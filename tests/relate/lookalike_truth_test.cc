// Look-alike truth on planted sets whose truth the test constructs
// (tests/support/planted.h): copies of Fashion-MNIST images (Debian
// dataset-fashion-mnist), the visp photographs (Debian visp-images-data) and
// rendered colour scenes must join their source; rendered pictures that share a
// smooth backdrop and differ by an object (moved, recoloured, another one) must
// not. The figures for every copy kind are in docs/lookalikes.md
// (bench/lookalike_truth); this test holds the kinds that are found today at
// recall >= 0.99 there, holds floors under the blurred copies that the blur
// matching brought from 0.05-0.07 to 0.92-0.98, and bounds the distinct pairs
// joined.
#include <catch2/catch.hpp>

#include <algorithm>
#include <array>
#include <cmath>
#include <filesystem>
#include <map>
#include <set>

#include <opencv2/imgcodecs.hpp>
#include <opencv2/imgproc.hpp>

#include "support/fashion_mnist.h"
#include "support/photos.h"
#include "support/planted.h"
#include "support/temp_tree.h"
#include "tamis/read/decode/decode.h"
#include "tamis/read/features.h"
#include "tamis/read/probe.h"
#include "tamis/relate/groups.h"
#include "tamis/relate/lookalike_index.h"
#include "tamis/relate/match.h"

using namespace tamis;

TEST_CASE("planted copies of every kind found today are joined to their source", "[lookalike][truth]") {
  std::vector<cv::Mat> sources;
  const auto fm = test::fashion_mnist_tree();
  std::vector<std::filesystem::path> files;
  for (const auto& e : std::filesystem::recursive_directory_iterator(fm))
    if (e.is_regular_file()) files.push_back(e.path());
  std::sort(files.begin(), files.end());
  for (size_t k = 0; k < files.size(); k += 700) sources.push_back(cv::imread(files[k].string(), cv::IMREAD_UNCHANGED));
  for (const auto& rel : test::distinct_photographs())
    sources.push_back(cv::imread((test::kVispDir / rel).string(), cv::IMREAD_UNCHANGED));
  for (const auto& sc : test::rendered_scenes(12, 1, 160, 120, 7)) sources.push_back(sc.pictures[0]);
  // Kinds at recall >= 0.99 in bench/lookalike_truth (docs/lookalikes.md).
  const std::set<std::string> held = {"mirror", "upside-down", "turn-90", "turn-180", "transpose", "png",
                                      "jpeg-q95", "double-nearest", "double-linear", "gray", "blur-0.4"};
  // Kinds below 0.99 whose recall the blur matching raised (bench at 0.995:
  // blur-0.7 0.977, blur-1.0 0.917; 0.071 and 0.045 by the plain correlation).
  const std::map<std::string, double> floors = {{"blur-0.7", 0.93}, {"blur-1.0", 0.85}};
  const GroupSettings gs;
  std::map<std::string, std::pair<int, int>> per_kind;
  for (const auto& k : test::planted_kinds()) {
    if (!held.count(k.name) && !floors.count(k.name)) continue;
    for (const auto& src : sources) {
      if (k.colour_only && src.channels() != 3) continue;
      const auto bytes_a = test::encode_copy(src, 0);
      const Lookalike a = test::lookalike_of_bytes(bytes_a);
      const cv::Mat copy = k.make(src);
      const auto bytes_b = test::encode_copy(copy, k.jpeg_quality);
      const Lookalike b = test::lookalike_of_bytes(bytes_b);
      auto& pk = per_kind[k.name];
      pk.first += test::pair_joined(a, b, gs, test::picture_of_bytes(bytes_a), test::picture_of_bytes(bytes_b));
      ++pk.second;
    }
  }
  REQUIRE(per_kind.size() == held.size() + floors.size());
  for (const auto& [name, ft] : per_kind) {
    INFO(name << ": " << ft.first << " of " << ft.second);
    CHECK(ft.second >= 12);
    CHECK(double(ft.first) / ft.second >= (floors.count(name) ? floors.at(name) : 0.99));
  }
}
★ ★ ★
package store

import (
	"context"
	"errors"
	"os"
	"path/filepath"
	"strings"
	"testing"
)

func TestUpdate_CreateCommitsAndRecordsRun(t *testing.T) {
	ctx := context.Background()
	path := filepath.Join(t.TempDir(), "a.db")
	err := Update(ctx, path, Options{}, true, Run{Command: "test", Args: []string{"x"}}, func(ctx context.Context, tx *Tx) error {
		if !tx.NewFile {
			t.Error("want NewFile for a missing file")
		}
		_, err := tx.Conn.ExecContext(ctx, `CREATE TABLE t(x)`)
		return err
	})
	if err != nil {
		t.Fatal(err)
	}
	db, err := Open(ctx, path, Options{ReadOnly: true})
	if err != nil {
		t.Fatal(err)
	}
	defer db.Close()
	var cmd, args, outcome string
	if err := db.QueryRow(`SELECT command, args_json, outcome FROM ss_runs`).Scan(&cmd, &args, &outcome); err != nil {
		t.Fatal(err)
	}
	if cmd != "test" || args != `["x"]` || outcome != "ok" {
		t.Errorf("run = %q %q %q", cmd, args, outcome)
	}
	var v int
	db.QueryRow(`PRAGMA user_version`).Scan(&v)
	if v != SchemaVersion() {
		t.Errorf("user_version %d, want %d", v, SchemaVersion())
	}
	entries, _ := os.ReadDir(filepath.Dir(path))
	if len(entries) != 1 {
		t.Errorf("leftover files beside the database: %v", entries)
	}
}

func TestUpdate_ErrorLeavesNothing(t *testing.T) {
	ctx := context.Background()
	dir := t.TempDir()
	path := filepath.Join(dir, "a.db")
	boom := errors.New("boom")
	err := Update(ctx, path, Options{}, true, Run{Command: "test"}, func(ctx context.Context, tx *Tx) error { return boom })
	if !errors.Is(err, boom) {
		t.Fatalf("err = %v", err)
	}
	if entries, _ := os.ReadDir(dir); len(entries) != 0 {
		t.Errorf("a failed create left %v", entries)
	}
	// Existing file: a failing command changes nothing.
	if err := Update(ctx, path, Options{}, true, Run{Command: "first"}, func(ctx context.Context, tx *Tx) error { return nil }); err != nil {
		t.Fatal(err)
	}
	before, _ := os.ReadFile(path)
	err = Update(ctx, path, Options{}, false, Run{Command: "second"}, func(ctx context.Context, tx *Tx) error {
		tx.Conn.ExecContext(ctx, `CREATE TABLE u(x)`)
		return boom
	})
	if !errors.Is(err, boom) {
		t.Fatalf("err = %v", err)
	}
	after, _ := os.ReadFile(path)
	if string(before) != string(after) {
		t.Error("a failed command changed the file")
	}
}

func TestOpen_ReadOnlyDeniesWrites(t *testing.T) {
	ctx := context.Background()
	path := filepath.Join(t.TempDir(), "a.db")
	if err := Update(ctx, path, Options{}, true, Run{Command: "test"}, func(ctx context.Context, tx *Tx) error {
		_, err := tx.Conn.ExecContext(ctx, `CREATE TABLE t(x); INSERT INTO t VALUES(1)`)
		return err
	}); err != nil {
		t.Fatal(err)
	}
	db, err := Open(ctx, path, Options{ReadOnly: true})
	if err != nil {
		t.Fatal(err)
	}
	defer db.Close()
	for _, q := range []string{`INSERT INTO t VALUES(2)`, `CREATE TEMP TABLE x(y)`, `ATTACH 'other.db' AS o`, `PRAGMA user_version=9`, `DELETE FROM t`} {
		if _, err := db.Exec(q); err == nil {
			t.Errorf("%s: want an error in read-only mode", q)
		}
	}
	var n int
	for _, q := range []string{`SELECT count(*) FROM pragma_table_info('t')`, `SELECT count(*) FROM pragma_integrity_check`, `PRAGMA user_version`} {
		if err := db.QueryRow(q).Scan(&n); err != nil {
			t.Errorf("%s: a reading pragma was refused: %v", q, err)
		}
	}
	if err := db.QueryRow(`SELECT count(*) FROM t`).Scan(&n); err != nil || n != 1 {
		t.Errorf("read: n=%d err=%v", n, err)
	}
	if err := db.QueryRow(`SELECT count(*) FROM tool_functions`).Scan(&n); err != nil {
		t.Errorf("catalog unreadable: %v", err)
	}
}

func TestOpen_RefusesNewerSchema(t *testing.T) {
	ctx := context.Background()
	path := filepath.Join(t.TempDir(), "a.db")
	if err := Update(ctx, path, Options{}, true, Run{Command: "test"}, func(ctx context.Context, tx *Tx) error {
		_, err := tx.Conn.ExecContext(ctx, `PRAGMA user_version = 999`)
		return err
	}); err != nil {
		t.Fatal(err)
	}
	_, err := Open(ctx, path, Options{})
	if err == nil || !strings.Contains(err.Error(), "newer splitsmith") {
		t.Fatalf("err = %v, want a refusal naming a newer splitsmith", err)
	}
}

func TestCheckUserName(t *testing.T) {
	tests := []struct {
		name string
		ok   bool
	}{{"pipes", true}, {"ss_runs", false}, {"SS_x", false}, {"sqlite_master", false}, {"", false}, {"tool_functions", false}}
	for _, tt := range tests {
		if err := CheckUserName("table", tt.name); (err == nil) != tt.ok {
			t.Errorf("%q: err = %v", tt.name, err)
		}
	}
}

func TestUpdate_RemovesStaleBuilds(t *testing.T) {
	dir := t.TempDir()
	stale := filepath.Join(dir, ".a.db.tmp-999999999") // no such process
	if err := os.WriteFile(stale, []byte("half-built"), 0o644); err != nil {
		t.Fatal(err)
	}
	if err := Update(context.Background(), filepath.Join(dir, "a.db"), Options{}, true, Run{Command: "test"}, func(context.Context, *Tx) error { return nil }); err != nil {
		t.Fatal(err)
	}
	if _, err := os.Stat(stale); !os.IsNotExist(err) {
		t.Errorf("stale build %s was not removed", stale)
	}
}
★ ★ ★
▶ **PROBLEM DETAILS**: Tally the lines in the records that hold the word "failed", and state only the resulting number.

▶ **TASK OUTPUT**: 2